ASSIGNMENT:
Retype, exactly as they appear below, the lines between the line holding "var rows []pqRow" and the line holding "looks past a", both ends included.

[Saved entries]
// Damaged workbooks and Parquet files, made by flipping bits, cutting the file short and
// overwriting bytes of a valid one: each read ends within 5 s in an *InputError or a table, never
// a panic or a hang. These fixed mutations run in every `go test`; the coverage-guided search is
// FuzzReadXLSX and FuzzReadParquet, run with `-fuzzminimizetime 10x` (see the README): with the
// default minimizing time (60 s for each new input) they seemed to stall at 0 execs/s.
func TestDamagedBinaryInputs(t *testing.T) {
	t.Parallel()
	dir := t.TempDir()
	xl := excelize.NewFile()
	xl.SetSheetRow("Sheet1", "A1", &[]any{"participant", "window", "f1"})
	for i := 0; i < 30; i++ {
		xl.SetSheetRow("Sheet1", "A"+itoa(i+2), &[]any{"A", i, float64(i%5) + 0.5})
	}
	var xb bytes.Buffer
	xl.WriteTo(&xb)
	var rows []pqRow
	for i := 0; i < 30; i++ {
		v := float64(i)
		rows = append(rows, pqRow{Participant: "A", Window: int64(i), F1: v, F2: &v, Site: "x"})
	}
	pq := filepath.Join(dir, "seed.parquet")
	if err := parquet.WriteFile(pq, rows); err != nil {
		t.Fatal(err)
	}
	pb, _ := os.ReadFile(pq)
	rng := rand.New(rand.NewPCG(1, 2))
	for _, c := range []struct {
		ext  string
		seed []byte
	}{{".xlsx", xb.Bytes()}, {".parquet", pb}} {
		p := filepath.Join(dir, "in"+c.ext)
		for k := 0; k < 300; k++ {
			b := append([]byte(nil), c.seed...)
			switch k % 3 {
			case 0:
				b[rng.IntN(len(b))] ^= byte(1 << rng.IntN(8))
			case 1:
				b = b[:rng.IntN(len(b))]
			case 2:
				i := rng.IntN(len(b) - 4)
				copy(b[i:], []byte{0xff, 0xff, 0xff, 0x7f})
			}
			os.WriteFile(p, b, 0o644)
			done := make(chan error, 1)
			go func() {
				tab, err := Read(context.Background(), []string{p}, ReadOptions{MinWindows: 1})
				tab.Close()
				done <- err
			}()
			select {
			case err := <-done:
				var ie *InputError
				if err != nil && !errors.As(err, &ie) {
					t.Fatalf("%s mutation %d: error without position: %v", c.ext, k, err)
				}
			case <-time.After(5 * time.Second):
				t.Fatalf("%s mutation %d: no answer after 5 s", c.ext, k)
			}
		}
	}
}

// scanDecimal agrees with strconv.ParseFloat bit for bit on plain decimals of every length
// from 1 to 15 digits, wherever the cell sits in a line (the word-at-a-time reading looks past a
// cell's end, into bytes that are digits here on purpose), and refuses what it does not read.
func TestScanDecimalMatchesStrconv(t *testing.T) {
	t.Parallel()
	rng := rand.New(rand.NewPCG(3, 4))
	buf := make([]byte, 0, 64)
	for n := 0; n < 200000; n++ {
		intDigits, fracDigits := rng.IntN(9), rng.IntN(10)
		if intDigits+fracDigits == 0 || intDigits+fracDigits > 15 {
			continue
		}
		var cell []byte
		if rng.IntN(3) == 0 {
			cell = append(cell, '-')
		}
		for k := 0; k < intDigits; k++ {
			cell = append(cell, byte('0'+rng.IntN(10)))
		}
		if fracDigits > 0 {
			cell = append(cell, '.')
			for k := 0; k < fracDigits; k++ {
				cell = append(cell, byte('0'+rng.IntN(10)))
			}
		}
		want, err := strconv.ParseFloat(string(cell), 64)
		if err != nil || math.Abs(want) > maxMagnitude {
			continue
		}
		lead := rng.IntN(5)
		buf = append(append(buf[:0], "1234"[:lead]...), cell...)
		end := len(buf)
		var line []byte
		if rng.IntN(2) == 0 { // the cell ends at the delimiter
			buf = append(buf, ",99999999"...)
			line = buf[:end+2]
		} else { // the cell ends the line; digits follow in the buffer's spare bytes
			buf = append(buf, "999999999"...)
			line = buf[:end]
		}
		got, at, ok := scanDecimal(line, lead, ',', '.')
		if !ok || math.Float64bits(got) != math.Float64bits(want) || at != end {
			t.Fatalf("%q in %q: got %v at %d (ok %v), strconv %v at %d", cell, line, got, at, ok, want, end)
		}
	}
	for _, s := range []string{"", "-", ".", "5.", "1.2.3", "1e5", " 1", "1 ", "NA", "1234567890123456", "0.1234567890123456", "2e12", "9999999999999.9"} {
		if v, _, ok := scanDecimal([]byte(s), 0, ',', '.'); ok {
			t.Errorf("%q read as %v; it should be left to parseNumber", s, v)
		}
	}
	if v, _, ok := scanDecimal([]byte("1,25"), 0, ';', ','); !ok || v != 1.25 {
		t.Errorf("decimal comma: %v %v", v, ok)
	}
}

TASK SOLUTION:
	var rows []pqRow
	for i := 0; i < 30; i++ {
		v := float64(i)
		rows = append(rows, pqRow{Participant: "A", Window: int64(i), F1: v, F2: &v, Site: "x"})
	}
	pq := filepath.Join(dir, "seed.parquet")
	if err := parquet.WriteFile(pq, rows); err != nil {
		t.Fatal(err)
	}
	pb, _ := os.ReadFile(pq)
	rng := rand.New(rand.NewPCG(1, 2))
	for _, c := range []struct {
		ext  string
		seed []byte
	}{{".xlsx", xb.Bytes()}, {".parquet", pb}} {
		p := filepath.Join(dir, "in"+c.ext)
		for k := 0; k < 300; k++ {
			b := append([]byte(nil), c.seed...)
			switch k % 3 {
			case 0:
				b[rng.IntN(len(b))] ^= byte(1 << rng.IntN(8))
			case 1:
				b = b[:rng.IntN(len(b))]
			case 2:
				i := rng.IntN(len(b) - 4)
				copy(b[i:], []byte{0xff, 0xff, 0xff, 0x7f})
			}
			os.WriteFile(p, b, 0o644)
			done := make(chan error, 1)
			go func() {
				tab, err := Read(context.Background(), []string{p}, ReadOptions{MinWindows: 1})
				tab.Close()
				done <- err
			}()
			select {
			case err := <-done:
				var ie *InputError
				if err != nil && !errors.As(err, &ie) {
					t.Fatalf("%s mutation %d: error without position: %v", c.ext, k, err)
				}
			case <-time.After(5 * time.Second):
				t.Fatalf("%s mutation %d: no answer after 5 s", c.ext, k)
			}
		}
	}
}

// scanDecimal agrees with strconv.ParseFloat bit for bit on plain decimals of every length
// from 1 to 15 digits, wherever the cell sits in a line (the word-at-a-time reading looks past a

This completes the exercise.